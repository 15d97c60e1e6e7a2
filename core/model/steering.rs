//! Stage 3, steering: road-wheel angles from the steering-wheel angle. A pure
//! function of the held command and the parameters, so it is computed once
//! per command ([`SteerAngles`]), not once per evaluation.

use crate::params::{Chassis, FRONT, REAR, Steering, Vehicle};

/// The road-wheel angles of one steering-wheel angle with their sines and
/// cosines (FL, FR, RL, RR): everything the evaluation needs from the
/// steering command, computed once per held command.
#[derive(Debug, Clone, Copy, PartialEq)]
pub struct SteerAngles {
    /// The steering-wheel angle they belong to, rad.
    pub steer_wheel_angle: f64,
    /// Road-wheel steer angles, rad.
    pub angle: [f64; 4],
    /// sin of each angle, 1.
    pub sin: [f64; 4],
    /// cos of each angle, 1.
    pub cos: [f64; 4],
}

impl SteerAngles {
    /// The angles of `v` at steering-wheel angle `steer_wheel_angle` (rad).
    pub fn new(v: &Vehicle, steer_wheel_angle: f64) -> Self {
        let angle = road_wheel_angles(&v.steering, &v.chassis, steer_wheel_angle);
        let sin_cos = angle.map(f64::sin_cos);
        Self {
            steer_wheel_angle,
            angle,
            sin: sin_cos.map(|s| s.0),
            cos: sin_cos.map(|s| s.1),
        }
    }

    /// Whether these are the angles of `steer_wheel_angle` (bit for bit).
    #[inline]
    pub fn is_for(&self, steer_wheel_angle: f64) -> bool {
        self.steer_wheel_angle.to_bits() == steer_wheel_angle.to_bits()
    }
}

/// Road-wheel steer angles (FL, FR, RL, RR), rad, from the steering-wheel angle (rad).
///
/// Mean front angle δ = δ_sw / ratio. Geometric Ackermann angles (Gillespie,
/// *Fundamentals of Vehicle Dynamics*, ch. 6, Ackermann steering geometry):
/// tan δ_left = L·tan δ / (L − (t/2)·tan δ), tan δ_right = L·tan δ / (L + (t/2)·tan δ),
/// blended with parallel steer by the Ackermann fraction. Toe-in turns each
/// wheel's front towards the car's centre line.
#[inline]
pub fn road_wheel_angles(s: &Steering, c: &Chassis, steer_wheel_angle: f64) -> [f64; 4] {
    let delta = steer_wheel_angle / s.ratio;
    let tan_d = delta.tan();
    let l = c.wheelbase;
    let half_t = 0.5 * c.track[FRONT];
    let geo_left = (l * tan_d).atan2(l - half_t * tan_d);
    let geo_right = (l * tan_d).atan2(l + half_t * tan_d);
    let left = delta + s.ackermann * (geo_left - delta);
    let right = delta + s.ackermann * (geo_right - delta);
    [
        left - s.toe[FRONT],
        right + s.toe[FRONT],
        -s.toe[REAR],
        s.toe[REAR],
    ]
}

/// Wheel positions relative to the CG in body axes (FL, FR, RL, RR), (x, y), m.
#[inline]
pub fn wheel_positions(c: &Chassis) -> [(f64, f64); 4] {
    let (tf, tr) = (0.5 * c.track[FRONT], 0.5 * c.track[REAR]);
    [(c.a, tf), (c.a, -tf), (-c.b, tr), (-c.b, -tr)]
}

--

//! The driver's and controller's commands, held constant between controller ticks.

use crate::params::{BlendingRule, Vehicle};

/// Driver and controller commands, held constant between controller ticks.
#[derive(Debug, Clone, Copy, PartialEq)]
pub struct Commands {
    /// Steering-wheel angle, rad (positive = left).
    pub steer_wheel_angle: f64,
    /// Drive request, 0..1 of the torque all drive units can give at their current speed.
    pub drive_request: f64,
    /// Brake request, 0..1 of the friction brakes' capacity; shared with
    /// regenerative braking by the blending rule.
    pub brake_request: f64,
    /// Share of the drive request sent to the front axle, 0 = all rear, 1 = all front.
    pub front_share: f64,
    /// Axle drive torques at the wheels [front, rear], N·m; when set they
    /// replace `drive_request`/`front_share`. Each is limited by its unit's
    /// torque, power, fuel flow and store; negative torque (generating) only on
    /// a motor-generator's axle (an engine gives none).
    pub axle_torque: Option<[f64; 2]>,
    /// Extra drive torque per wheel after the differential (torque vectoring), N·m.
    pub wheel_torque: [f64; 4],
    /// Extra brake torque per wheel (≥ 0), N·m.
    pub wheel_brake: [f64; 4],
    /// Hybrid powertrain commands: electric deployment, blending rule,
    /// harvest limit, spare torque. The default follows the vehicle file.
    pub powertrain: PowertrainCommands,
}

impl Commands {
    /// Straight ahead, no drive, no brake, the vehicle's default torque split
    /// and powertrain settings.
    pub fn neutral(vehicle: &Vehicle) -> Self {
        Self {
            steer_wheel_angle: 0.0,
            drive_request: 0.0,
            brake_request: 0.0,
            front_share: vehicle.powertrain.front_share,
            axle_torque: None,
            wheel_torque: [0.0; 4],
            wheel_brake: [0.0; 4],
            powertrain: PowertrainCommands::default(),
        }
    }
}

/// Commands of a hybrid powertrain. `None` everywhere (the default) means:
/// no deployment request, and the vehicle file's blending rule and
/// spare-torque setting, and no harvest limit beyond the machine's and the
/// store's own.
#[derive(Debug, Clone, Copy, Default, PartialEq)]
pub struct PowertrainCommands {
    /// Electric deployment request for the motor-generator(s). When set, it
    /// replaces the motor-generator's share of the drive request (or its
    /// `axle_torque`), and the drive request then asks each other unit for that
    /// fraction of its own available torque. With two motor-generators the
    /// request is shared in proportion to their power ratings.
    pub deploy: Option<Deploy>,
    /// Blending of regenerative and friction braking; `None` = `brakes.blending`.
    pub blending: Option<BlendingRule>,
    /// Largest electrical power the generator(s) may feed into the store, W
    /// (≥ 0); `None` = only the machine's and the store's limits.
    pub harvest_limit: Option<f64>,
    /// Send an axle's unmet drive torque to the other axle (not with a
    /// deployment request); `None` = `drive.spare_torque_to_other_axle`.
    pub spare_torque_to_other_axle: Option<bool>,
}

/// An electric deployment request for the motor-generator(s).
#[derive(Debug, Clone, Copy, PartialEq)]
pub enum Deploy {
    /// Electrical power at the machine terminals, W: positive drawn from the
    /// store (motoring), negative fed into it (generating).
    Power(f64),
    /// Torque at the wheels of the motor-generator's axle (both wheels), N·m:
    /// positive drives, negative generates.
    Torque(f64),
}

---

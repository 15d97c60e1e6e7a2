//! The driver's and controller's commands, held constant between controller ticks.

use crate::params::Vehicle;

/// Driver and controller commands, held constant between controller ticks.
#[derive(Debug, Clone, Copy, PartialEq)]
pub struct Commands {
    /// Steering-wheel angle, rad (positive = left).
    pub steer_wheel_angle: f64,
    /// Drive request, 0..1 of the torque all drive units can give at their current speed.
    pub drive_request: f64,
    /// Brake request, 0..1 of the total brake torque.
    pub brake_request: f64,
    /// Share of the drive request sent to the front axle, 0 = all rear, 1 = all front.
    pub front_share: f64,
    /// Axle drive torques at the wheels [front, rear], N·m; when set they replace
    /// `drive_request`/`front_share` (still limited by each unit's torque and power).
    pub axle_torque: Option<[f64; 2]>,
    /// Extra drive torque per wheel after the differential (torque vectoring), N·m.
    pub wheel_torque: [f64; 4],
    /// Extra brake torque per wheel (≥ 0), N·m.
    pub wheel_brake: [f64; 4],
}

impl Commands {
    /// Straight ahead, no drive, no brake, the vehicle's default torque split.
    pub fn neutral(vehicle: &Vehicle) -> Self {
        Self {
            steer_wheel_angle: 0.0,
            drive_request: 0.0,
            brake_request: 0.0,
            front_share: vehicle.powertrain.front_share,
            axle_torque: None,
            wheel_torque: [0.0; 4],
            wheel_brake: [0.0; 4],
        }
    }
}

▶ WORK INSTRUCTIONS:
Scan the entries above for the line containing "Vehicle Dynamics*, ch.", and copy it and all lines after it exactly, down to and including the line containing "car's centre line.".

▶ RESPONSE TO THIS EXERCISE:
/// *Fundamentals of Vehicle Dynamics*, ch. 6, Ackermann steering geometry):
/// tan δ_left = L·tan δ / (L − (t/2)·tan δ), tan δ_right = L·tan δ / (L + (t/2)·tan δ),
/// blended with parallel steer by the Ackermann fraction. Toe-in turns each
/// wheel's front towards the car's centre line.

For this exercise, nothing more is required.